Greenland ice sheet — the second largest in the world — experiencing its highest temperatures in 1,000 years, researchers say
The Greenland ice sheet, one of the coldest and most remote regions of the world that serves a pivotal role in the Earth's climate, is now clearly feeling significant effects of climate change. Researchers found that central and northern areas of the sheet have recently seen the hottest temperatures in a millennium.
It has been long clear that many parts of Greenland are warming, but the latest research, published in Nature on Wednesday, took a deeper look at the central part of Greenland's ice sheet, where the impact of climate change has long been unclear.
To learn more about that impact, researchers from the Alfred Wegener Institute for Polar and Marine Research drilled ice cores to create a "high-quality reconstruction" of temperatures in central and north Greenland from 1,000 AD to 2011. With that data, it became clear: Not even some of the coldest, most remote and highly-elevated areas of the world can escape the impacts of global warming.
"This data shows that the warming in 2001 to 2011 clearly differs from natural variations during the past 1,000 years," the study's lead author, glaciologist Maria Hörhold said. "Although grimly expected in the light of global warming, we were surprised by how evident this difference really was."
According to the study, researchers can say with "virtual certainty" that temperatures in that area are roughly 1.5 degrees Celsius warmer than it was in the 1900s.

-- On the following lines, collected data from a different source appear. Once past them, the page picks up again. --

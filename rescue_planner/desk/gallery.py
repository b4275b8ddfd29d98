"""Draws every page for each shipped case to PNG files, to be looked at.

`python -m rescue_planner.desk.gallery --to FOLDER [--scenario NAME] [--quick]`
"""

from __future__ import annotations

import argparse
import os
import sys
import tempfile
from collections.abc import Callable, Sequence
from functools import partial
from pathlib import Path

from rescue_planner import places

SIZE = (1280, 720)
SETTLE_MS = 120
CASE_SECTIONS = (
    "Recipient", "Donors", "Life cycle", "Inbreeding cost", "Tracked loci", "Trait", "Targets",
)  # fmt: skip


def main(argv: Sequence[str] | None = None) -> int:
    """Draw the gallery and return 0, or 2 where no shipped case has the name asked for."""
    parser = argparse.ArgumentParser(prog="gallery", description="Draw every page to PNG files.")
    parser.add_argument("--to", metavar="FOLDER", type=Path, required=True)
    parser.add_argument("--scenario", metavar="NAME", help="only cases whose file name holds NAME")
    parser.add_argument("--quick", action="store_true", help="light, usual text size only")
    asked = parser.parse_args(argv)
    cases = [
        path
        for path in sorted(places.scenarios().glob("*.json"))
        if asked.scenario is None or asked.scenario in path.stem
    ]
    if not cases:
        sys.stderr.write(f"No shipped case is called “{asked.scenario}”.\n")
        return 2
    os.environ.setdefault("QT_QPA_PLATFORM", "offscreen")
    places.prepare_numerics()
    with tempfile.TemporaryDirectory() as state:
        os.environ["XDG_STATE_HOME"] = state  # the gallery leaves no trace among recent files
        drawn = Gallery(asked.to, quick=asked.quick).draw(cases)
    sys.stdout.write(f"{drawn} pictures in {asked.to}\n")
    return 0


class Gallery:
    """One window, put through its states."""

    def __init__(self, folder: Path, *, quick: bool) -> None:
        from PySide6.QtWidgets import QApplication

        from rescue_planner.desk.settings import Settings
        from rescue_planner.desk.window import DeskWindow

        self._app = QApplication.instance() or QApplication(["gallery"])
        self._folder, self._quick, self._count = folder, quick, 0
        folder.mkdir(parents=True, exist_ok=True)
        self.window = DeskWindow(Settings(scheme="light"))
        self.window.resize(*SIZE)
        self.window.show()
        self._settle()

    def draw(self, cases: Sequence[Path]) -> int:
        """Draw all states; return the number of pictures."""
        self._empty_states()
        for path in cases:
            self.window.files.open_shipped(path)
            self._wait_for_comparison()
            self._looks(partial(self._pages, path.stem))
        self._error_states(cases[0])
        self.window.files.may_close = lambda: True  # type: ignore[method-assign]
        self.window.close()
        return self._count

    def _looks(self, draw: Callable[[str], None]) -> None:
        window = self.window
        draw("light")
        if self._quick:
            return
        window.choose_scheme("dark")
        draw("dark")
        window.choose_scheme("light")
        window.desk.view.set_text_scale(2.0)
        window.resize(*SIZE)
        draw("text-200")
        window.desk.view.set_text_scale(1.0)
        window.resize(*SIZE)

    def _pages(self, name: str, look: str) -> None:
        from rescue_planner.desk.pages.case import CasePage
        from rescue_planner.desk.pages.compare import ComparePage
        from rescue_planner.desk.rail import PAGES

        for page in PAGES:
            self.window.show_page(page.key)
            made = self.window.pages[page.key]
            if isinstance(made, CasePage):
                made.area.verticalScrollBar().setValue(0)
            self._settle()
            self._grab(f"{name}--{page.key}--{look}")
            if isinstance(made, ComparePage):
                made.body.grab().save(str(self._folder / f"{name}--compare-whole--{look}.png"))
                self._count += 1
        case_page = self.window.pages["case"]
        if not isinstance(case_page, CasePage):
            return
        self.window.show_page("case")
        self.window.activateWindow()
        for section in CASE_SECTIONS:
            case_page.go_to(section)
            self._settle()
            self._grab(f"{name}--case-{section.lower().replace(' ', '-')}--{look}")

    def _empty_states(self) -> None:
        from rescue_planner.desk.pages.known import KnownPage

        def start(look: str) -> None:
            self.window.show_start()
            self._settle()
            self._grab(f"empty--start--{look}")

        def known(look: str) -> None:
            self.window.show_known()
            self._settle()
            self._grab(f"empty--known--{look}")
            page = self.window.pages["known"]
            assert isinstance(page, KnownPage)
            for key, words in (("adults", "46"), ("breeding_males", "3"), ("trend", "0,9x")):
                page.questions[key].edit.setText(words)
            self._settle()
            self._grab(f"error--known--{look}")
            page.questions["trend"].edit.setText("0.97")
            self._settle()
            self._grab(f"filled--known--{look}")

        self._looks(start)
        self._looks(known)

    def _error_states(self, path: Path) -> None:
        from rescue_planner.desk.fields import NumberField
        from rescue_planner.desk.pages.case import CasePage

        self._unreadable()
        self.window.files.open_shipped(path)
        self.window.show_page("case")
        self._settle()
        page = self.window.pages["case"]
        assert isinstance(page, CasePage)
        page.go_to("Recipient")
        field = next(
            one for one in page.findChildren(NumberField) if one.path == "recipient.effective_size"
        )
        self.window.activateWindow()
        field.edit.setFocus()
        field.edit.setText("4000")
        field.edit.setModified(True)
        field.commit()
        self._settle()
        self._grab("error--field--light")
        self.window.desk.document.undo_stack.clear()

    def _unreadable(self) -> None:
        from PySide6.QtCore import QTimer
        from PySide6.QtWidgets import QApplication, QMessageBox

        broken = self._folder / "broken.rescue"
        broken.write_bytes(b"PK\x03\x04 cut off")

        def look() -> None:
            box = QApplication.activeModalWidget()
            if isinstance(box, QMessageBox):
                box.grab().save(str(self._folder / "error--unreadable-file--light.png"))
                self._count += 1
                box.reject()

        QTimer.singleShot(SETTLE_MS, look)
        self.window.files.open(broken)
        broken.unlink()

    def _wait_for_comparison(self) -> None:
        from PySide6.QtTest import QTest

        live = self.window.desk.live
        for _ in range(600):
            if live.comparison is not None and not live.runner.is_running:
                break
            QTest.qWait(20)
        QTest.qWait(700)  # remarks come a moment later

    def _settle(self) -> None:
        from PySide6.QtTest import QTest

        QTest.qWait(SETTLE_MS)

    def _grab(self, name: str) -> None:
        self.window.grab().save(str(self._folder / f"{name}.png"))
        self._count += 1


if __name__ == "__main__":
    raise SystemExit(main())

Data shows that Greenland experienced a cooling trend until about 1800 and has seen a steep warming trend ever since. The industrial revolution, which amplified global mass use of fossil fuels, began at roughly the same time.
This is the first time that ice cores from that region have provided evidence of global warming. According to a press release, the last time ice cores were researched from that region was in the 1990s, and at that time, they "did not indicate clear warming in central-north Greenland" — even as global temperatures were shown to be rising.

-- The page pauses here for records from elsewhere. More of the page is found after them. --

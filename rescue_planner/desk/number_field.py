"""A number of the case: typed, stepped, widened, taken back."""

from __future__ import annotations

from typing import TYPE_CHECKING

from PySide6.QtCore import QEvent, QSignalBlocker, Qt, Signal
from PySide6.QtGui import QFocusEvent, QKeyEvent, QWheelEvent
from PySide6.QtWidgets import (
    QHBoxLayout,
    QLabel,
    QLineEdit,
    QSizePolicy,
    QVBoxLayout,
    QWidget,
)

from rescue_planner.desk import theme
from rescue_planner.desk.context import Desk
from rescue_planner.desk.field_base import Bound, FieldRow, asks_to_undo
from rescue_planner.desk.numbers import is_quantity, range_in_words, read_number, stepped, written
from rescue_planner.desk.widgets import Link

if TYPE_CHECKING:
    from rescue_planner.case.quantity import Quantity

CHOSEN_BY_KEY = (
    Qt.FocusReason.TabFocusReason,
    Qt.FocusReason.BacktabFocusReason,
    Qt.FocusReason.ShortcutFocusReason,
    Qt.FocusReason.OtherFocusReason,  # the program put the focus there
)


class NumberEdit(QLineEdit):
    """The line a number is typed in; Up, Down, Page Up and Page Down step it."""

    stepped = Signal(int)
    entered = Signal()
    focused = Signal()
    reverted = Signal()

    def __init__(self, parent: QWidget | None = None) -> None:
        super().__init__(parent)
        self.setMinimumHeight(theme.TARGET)

    def event(self, event: QEvent) -> bool:
        """Leave undo and redo to the window unless a number is half typed here."""
        if not self.isModified() and asks_to_undo(event):
            event.ignore()
            return True
        return super().event(event)

    def keyPressEvent(self, event: QKeyEvent) -> None:
        steps = {
            Qt.Key.Key_Up: 1,
            Qt.Key.Key_Down: -1,
            Qt.Key.Key_PageUp: 10,
            Qt.Key.Key_PageDown: -10,
        }
        key = Qt.Key(event.key())
        if key in steps:
            self.stepped.emit(steps[key])
        elif key in (Qt.Key.Key_Return, Qt.Key.Key_Enter):
            self.entered.emit()
        elif key == Qt.Key.Key_Escape and self.isModified():
            self.reverted.emit()
        else:
            super().keyPressEvent(event)

    def focusInEvent(self, event: QFocusEvent) -> None:
        super().focusInEvent(event)
        if event.reason() in CHOSEN_BY_KEY:
            self.selectAll()
        self.focused.emit()

    def focusOutEvent(self, event: QFocusEvent) -> None:
        super().focusOutEvent(event)
        if event.reason() != Qt.FocusReason.PopupFocusReason:
            self.entered.emit()

    def wheelEvent(self, event: QWheelEvent) -> None:
        event.ignore()  # nothing moves unless the user moves it


class NumberField(Bound):
    """A number of the case with its label, unit, range and origin.

    Typed text stays where it is wrong, with one sentence beside it. Enter or leaving the field
    puts it into the case; Escape takes it back. `compact` is a number inside a sentence.
    """

    def __init__(
        self,
        desk: Desk,
        path: str,
        *,
        compact: bool = False,
        label: str | None = None,
        unit: str | None = None,
        parent: QWidget | None = None,
    ) -> None:
        super().__init__(desk, path, label, parent)
        self.compact = compact
        self._unit = unit
        self.edit = NumberEdit(self)
        self.edit.setObjectName("compact-number" if compact else "number")
        self.edit.setAlignment(
            Qt.AlignmentFlag.AlignCenter if compact else Qt.AlignmentFlag.AlignRight
        )
        self.label = QLabel(self.name)
        self.unit = QLabel(self.unit_words())
        self.unit.setObjectName("unit")
        self.note = QLabel()
        self.note.setObjectName("note")
        self.widen = Link("Widen the range to it")
        self.widen.hide()
        self._wanted: float | int | None = None
        self._describe(self.edit, self.label)
        self._lay_out()
        self._connect()
        self.refresh()

    def _lay_out(self) -> None:
        outer = QVBoxLayout(self)
        outer.setContentsMargins(0, 0, 0, 0)
        outer.setSpacing(2)
        if self.compact:
            outer.addWidget(self.edit)
            outer.addWidget(self.problem)
            outer.addWidget(self.widen)
            self.setSizePolicy(QSizePolicy.Policy.Maximum, QSizePolicy.Policy.Maximum)
            for unused in (self.label, self.unit, self.note):
                unused.setParent(None)
            return
        self.edit.setSizePolicy(QSizePolicy.Policy.Fixed, QSizePolicy.Policy.Fixed)
        self.unit.setWordWrap(True)
        self.note.setWordWrap(True)
        self.note.setAlignment(Qt.AlignmentFlag.AlignRight | Qt.AlignmentFlag.AlignVCenter)
        content = QWidget()
        row = QHBoxLayout(content)
        row.setContentsMargins(0, 0, 0, 0)
        row.setSpacing(theme.UNIT)
        row.addWidget(self.edit)
        row.addWidget(self.unit, 3)
        row.addWidget(self.note, 2)
        outer.addWidget(FieldRow(self.label, content))
        outer.addWidget(self.problem)
        outer.addWidget(self.widen)

    def _connect(self) -> None:
        self.edit.entered.connect(self.commit)
        self.edit.stepped.connect(self.step)
        self.edit.reverted.connect(self.revert)
        self.edit.focused.connect(self._focused)
        self.edit.textChanged.connect(self._fit)
        self.widen.clicked.connect(self._widen)

    def _focused(self) -> None:
        self.desk.explain.show(self.path)

    def value(self) -> float | None:
        """Return the number the case holds, or nothing."""
        held = self.held()
        return held.best if is_quantity(held) else None

    def refresh(self) -> None:
        """Show what the case holds, unless half-typed text or a wrong one stands here."""
        held = self.held()
        if not (self.edit.isModified() or self.has_problem):
            self._put("" if held is None else written(held.best))
        elif held is not None and self.edit.text() == written(held.best):
            self.revert()
        if not self.compact:
            self._show_note(held)

    def _show_note(self, held: Quantity | None) -> None:
        if held is None:
            self.note.setText("left out")
            return
        parts = [range_in_words(held), held.origin or ""]
        self.note.setText(" · ".join(part for part in parts if part))

    def _put(self, text: str) -> None:
        blocker = QSignalBlocker(self.edit)
        if self.edit.text() != text:
            self.edit.setText(text)
        self.edit.setModified(False)
        del blocker
        self._fit()

    def _fit(self) -> None:
        metrics = self.edit.fontMetrics()
        text = self.edit.text() if self.compact else "0" * 9
        wanted = max(metrics.horizontalAdvance(text or "–"), metrics.horizontalAdvance("00"))
        self.edit.setFixedWidth(wanted + (12 if self.compact else 20))

    def changeEvent(self, event: QEvent) -> None:
        super().changeEvent(event)
        if event.type() in (QEvent.Type.FontChange, QEvent.Type.StyleChange):
            self._fit()

    def commit(self) -> None:
        """Put the typed number into the case, or say what is wrong with it."""
        if self.retired or not (self.edit.isModified() or self.has_problem):
            return
        text = self.edit.text()
        if not text.strip():
            self._accept(None)
            return
        try:
            typed = read_number(text)
        except ValueError as wrong:
            self._say_wrong(str(wrong))
            return
        held = self.held()
        if is_quantity(held) and held.best == typed:
            self.revert()
            return
        self._accept(typed)

    def _outside(self, typed: float | int | None) -> bool:
        """Say so where a number lies outside the range that is held with it, and offer a way."""
        held = self.held()
        spread = held.spread if is_quantity(held) else None
        if typed is None or spread is None or spread[0] <= typed <= spread[1]:
            return False
        self._wanted = typed
        self._say_wrong(
            f"{written(typed)} is outside the range {range_in_words(held)} held with this value. "
            "Change the range at the right, or widen it."
        )
        self.widen.setAccessibleName(f"Widen the range of {self.name} to {written(typed)}")
        self.widen.show()
        return True

    def _forget_offer(self) -> None:
        self.widen.hide()

    def _widen(self) -> None:
        held = self.held()
        if not is_quantity(held) or self._wanted is None or held.spread is None:
            return
        ends = (*held.spread, self._wanted)
        changed = {"best": self._wanted, "low": min(ends), "high": max(ends)}
        from rescue_planner.case.quantity import Quantity

        whole = Quantity(**{**held.model_dump(exclude_none=True), **changed})
        self._accept(whole)

    def _accept(self, typed: float | int | Quantity | None) -> None:
        if not is_quantity(typed) and self._outside(typed):
            self.edit.setModified(True)
            return
        self.edit.setModified(False)  # so that the case's own form of the number is shown
        self.problem.setVisible(False)
        text = self.edit.text()
        if not self._commit(typed):
            blocker = QSignalBlocker(self.edit)
            self.edit.setText(text)
            self.edit.setModified(True)
            del blocker

    def revert(self) -> None:
        """Take typed text back to what the case holds."""
        held = self.held()
        self._put("" if held is None else written(held.best))
        self._show_problems(())

    def step(self, by: int) -> None:
        """Move the number by sensible steps and put it into the case."""
        self.commit()
        held = self.held()
        if is_quantity(held) and not self.has_problem:
            moved = stepped(held.best, by, self.definition)
            self._put(written(moved))
            self._accept(moved)
            self.edit.selectAll()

Hörhold told The Associated Press that there is "almost zero" chance that anything but human-caused climate change is to blame for the sharp rise in temperature.
"We keep on (seeing) rising temperatures between 1990s and 2011," Hörhold said. "We have now a clear signature of global warming."
While the temperatures and data recorded are for warming leading up to 2011, Hörhold told the AP that she expects the temperature rise to continue. She has also ice cores from 2019 that she is continuing to study.
The latest research only stresses the critical state of the ice sheet as global temperatures continue to rise. Greenland's ice sheet is second in size only to that of Antarctica, with both bodies stories about 68% of the world's freshwater resources, according to Copernicus, the European Union's climate observation program.
But the giant icy mass is melting, and fast.
Researchers found in 2020 that the ice sheet is on track to melt four times faster than at any point in thousands of years, saying that the planet has been altered so much that the amount of ice being lost now is comparable to what was lost during the end of the last Ice Age.
If Greenland were to completely melt, researchers believe it would raise global sea levels by about 24 feet. But people will be able to see the effects of even a little melting. "Zombie ice" from the sheet — pieces that are attached to thicker areas of ice but are no longer being fed by glaciers — is melting amid increasing global temperatures. It's expected that the loss of that ice alone could raise sea levels by at least 10 inches.